In general, if you hit a page at Amazon, that page will go out to somewhere between 250 and 350 services to get that data. And all those services have to run really, really reliably.

This is a one bug, one fix model. The only thing you have to do is fix it at that one place, and all of your customers will be exposed to that immediately. There is a massive elephant in the room. If you look at that one line develop – test – operate, there is a really big box missing there. From slide: Undifferentiated heavy lifting: hardware costs, software costs, maintenance, load balancing, scaling, utilization…etc

Everyone becoming infrastructure experts. Before, 30 percent of time, energy and dollars spent on differentiated value creation. 70 percent of time, energy, and dollars on undifferentiated heavy lifting. And the way that engineers are, they love doing that stuff. Because it’s fun and it’s interesting. But each of these teams were doing that. Decided to be way more agile.

For some reason we put data centers in the same place we put trailer parks, and they attract tornadoes. (big laugh) One of the things that may surprise you is data centers fail.

At Amazon we should be able to survive complete loss of a data center without customers being affected.

Last soccer World Cup two companies launch at same time, one didn’t have the right capacity. The thing breaks down, they don’t come back. Traffic of and, almost identical. The reason I put this slide up is to show you the spikes. About 2 to 3x the traffic you get through the normal year. What are you going to do for the rest of the year. Peak capacity management is a big issue.

Moving from a team focused on infrastructure to business logic — you move fast, you decentralize many of your servers, and then you go through a phase where you analyze what you’re doing. We needed the notion of infinite capacity.

So started virtualizing compute, messaging and storage. Important that you could get and release capacity instantly. EC2. Because teams used to think if they gave up their hardware they wouldn’t get it back. People are very conservative around their resources because concerned if they lose it they won’t get it back. SQS connects different pieces together. Storage: S3, Simple DB, EC2-PS (still needs product name). For us it made sense to develop S3 first because large percent of how we access data at Amazon. So Simple DB was sort of a complement where you would store secondary keys and the real objects in S3. About 20 percent of remaining data access was data attributes, then about 5 percent of data access left. For that we developed persistent storage engine.

Recommends “Getting Real” book by 37signals.

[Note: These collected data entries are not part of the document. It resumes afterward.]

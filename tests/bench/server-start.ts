/**
 * What one API or browser test file pays before its first test (plain tsx script; `npm run bench
 * -- server-start` runs it): a database cloned from the seeded template, then the built server
 * started on it until GET /api/health answers. Five starts one after another; prints the wall
 * time of the clone and of the start, and the server's own CPU seconds at that moment (user +
 * system from /proc/<pid>/stat, in clock ticks of 1/100 s as Linux reports them, proc(5)).
 * Never asserts: on a loaded machine wall time lies, CPU seconds less so.
 */
import { mkdtempSync, readFileSync, rmSync } from 'node:fs'
import { tmpdir } from 'node:os'
import { join } from 'node:path'
import { performance } from 'node:perf_hooks'
import { randomBytes } from 'node:crypto'
import { cloneFileDatabase } from '../setup/file-db'
import { startAppServer } from '../setup/server'
import { percentile } from './lib/stats'
import { record } from './lib/results'

const STARTS = 5
const TICKS_PER_SECOND = 100

function cpuSeconds(pid: number) {
  // fields 14 and 15 (utime, stime) of /proc/<pid>/stat, after the command name in parentheses
  const after = readFileSync(`/proc/${pid}/stat`, 'utf8').split(') ')[1]!.split(' ')
  return (Number(after[11]) + Number(after[12])) / TICKS_PER_SECOND
}

async function main() {
  const template = process.env.BENCH_DATABASE_URL
  if (!template) throw new Error('BENCH_DATABASE_URL is not set: run through npm run bench')
  const clone: number[] = []
  const start: number[] = []
  const cpu: number[] = []
  for (let i = 0; i < STARTS; i++) {
    const t0 = performance.now()
    const { databaseUrl, drop } = await cloneFileDatabase(template)
    const t1 = performance.now()
    const photoDir = mkdtempSync(join(tmpdir(), 'setline-bench-photos-'))
    const started = await startAppServer({ DATABASE_URL: databaseUrl, NUXT_SESSION_PASSWORD: randomBytes(24).toString('hex'), PHOTO_STORAGE_DIR: photoDir }, [], false)
    const t2 = performance.now()
    cpu.push(cpuSeconds(started.proc.pid!))
    clone.push(t1 - t0)
    start.push(t2 - t1)
    await new Promise(resolve => started.proc.once('exit', resolve).kill('SIGTERM'))
    rmSync(photoDir, { recursive: true, force: true })
    await drop()
  }
  const ms = (v: number) => `${Math.round(v)} ms`
  const line = (name: string, values: number[], format: (v: number) => string) => {
    const value = `${format(percentile(values, 50))} (max ${format(Math.max(...values))})`
    console.log(`${name}: ${value}`)
    record({ name, value, note: `median of ${STARTS} starts` })
  }
  line('test file: clone the template database', clone, ms)
  line('test file: built server start to /api/health', start, ms)
  line('test file: server CPU until /api/health', cpu, v => `${v.toFixed(2)} s`)
}

main().catch((err) => {
  console.error(err)
  process.exit(1)
})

SmugMug great interface for photos — the reason I am bringing them up is not necessarily because of first step they took, where they look at Amazon’s infrastructure as a replacement for what they normally do. At this moment 600 TB of pictures stored in Amazon S3. They are really adventurous in terms of seeing where they can take that company. They actually are taking sort of the next step. They are venturing into different businesses based on the availability of these services. SmugVault store anything with their interface.

Amazon builds these services internally also as tools, not as a framework. Each team can decide to use whichever development tools they need. That means that the infrastructure services we provide need to be very generic, and need to be able to switch between internally.

Two years from now, these will be the key drivers:

  • security
  • scalability
  • availability
  • performance
  • cost-effectiveness

All these things will need to become explicit for these web services.

Addressing uncertainty:

  • acquire resources on demand
  • release resources when no longer needed
  • pay for what you use
  • leverage others’ core competencies
  • turn fixed cost into variable

To be able to assign resources on demand is essential.

Government services using Amazon, saving money.

I’ll be around all day, you can give me a dime, and I’ll predict the future for you. (laughter)

The only thing you need to access this wealth of service and storage is a credit card.